One of the most terrifying episodes The X Files ever did was called "Folie à Deux."  In the opening scene, a man sees his boss not as a human but as a hideous-looking insectile alien who is, one by one, turning the workers in the company into undead zombies.

The worst part is that he's the only one who sees all of this.  Everyone else thinks everything is perfectly normal.

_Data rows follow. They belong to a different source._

#[test]
fn course_is_of_first_order() {
    // Speed N(v, a^2) and course N(c, s^2), independent, have along and across c the exact variances
    // (v^2 + a^2) (1 + exp(-2 s^2)) / 2 - v^2 exp(-s^2) and (v^2 + a^2) (1 - exp(-2 s^2)) / 2, from the characteristic
    // function of the normal law, E cos k(theta - c) = exp(-k^2 s^2 / 2). First order leaves out shares of the order
    // of s^2 and (a / v)^2, and along also v^2 s^4 / 2.
    let (v, a, s) = (8.0_f64, 0.2_f64, 0.03_f64);
    let case = only(&format!(
        "{}seen_from = [0, 0]\nrange = 1\nbearing = \"0 deg\"\nalong_sd = 1\nacross_sd = 1\n\
         speed = {v}\nspeed_sd = {a}\ncourse = \"0 deg\"\ncourse_sd = \"{s} rad\"\n",
        gauge(4)
    ));
    let p = case.prior().covariance();
    let square = v * v + a * a;
    let along = square * (1.0 + (-2.0 * s * s).exp()) / 2.0 - v * v * (-s * s).exp();
    let across = square * (1.0 - (-2.0 * s * s).exp()) / 2.0;
    let order = s * s + (a / v).powi(2);
    assert!((p[(2, 2)] / along - 1.0).abs() < 2.0 * order + v * v * s.powi(4) / (a * a), "{p} {along}");
    assert!((p[(3, 3)] / across - 1.0).abs() < 2.0 * order, "{p} {across}");
}

#[test]
fn new_keys_are_swept_and_drawn() {
    let text = format!(
        "draws = 3\n{}seen_from = [0, 0, 0]\nrange = \"1 km\"\nbearing = \"0 deg\"\n\
         elevation = {{ from = \"0 deg\", to = \"60 deg\", steps = 3 }}\n\
         frame_covariance = [[{{ list = [1, 4] }}, 0, 0], [0, 9, 0], [0, 0, 16]]\n\
         frame_bearing = {{ list = [\"0 deg\", \"90 deg\"] }}\n\
         speed = {{ draw = \"log-uniform\", from = \"1 kn\", to = \"30 kn\" }}\n\
         course = {{ draw = \"uniform\", from = \"0 deg\", to = \"360 deg\" }}\n\
         speed_sd = {{ list = [\"5 %\"] }}\ncourse_sd = \"5 deg\"\n",
        gauge(5)
    );
    let cases = read(&text).unwrap_or_else(|e| panic!("{e}")).cases;
    assert_eq!(cases.len(), 3 * 2 * 2 * 3);
    // Elevation runs slowest, the draws fastest.
    for (i, case) in cases.iter().enumerate() {
        let (mean, p) = (case.prior().mean(), case.prior().covariance());
        close(mean[2], 1000.0 * (30.0 * (i / 12) as f64 * PI / 180.0).sin());
        let along = [1.0, 4.0][i / 6 % 2];
        let (x, y) = if i / 3 % 2 == 0 { (along, 9.0) } else { (9.0, along) };
        all_close(&[p[(0, 0)], p[(1, 1)], p[(2, 2)]], [x, y, 16.0]);
        let speed = mean[3].hypot(mean[4]);
        assert!((1852.0 / 3600.0 - 1e-9..=30.0 * 1852.0 / 3600.0 + 1e-9).contains(&speed), "{speed}");
        // The trace of a turned covariance is that of the variances.
        close(p[(3, 3)] + p[(4, 4)], speed * speed * (0.05_f64.powi(2) + (5.0 * PI / 180.0).powi(2)));
    }
    assert!(cases.windows(2).all(|pair| pair[0].prior().mean()[3] != pair[1].prior().mean()[3]));
}

fn file(folder: &Path, name: &str, bytes: &[u8]) -> std::path::PathBuf {
    let path = folder.join(name);
    std::fs::File::create(&path).unwrap().write_all(bytes).unwrap();
    path
}

/// What a suite of regimes is for: thousands of cases, all drawn, each with the seed's own draw, and envelopes asked for.
#[test]
fn suites_of_regimes_draw_thousands_of_cases() {
    for bundled in Suite::regimes() {
        let suite = Suite::load(bundled.name, None).unwrap_or_else(|e| panic!("{e}"));
        assert_eq!(suite.title, bundled.summary);
        assert!(suite.cases.len() >= 2000 && suite.envelope.is_some(), "{}", bundled.name);
        assert!(suite.methods.as_ref().is_some_and(|methods| methods.len() > 20), "{}", bundled.name);
        assert!(suite.note.starts_with("Invented numbers"), "{}", bundled.name);
        for case in &suite.cases {
            assert!(case.settings().len() >= 3 && case.settings().iter().all(|s| !s.swept), "{}", case.id());
        }
    }
}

The episode captures in appropriately ghastly fashion the horror of psychosis -- the absolute conviction that the awful things you're experiencing are real despite everyone's reassurance that they're not.  In the show, of course, they are real; it's the people who aren't seeing it who are delusional.  But when this sort of thing happens in the real world, it is one of the scariest things I can imagine.  As I made the point in my neuroscience classes, your brain is taking the information it receives from your sensory organs and trying to assemble a picture of reality from those inputs; if something goes wrong, and the brain puts that information together incorrectly, that flawed picture becomes your reality.  At that point, there is no reliable way to distinguish reality from hallucination.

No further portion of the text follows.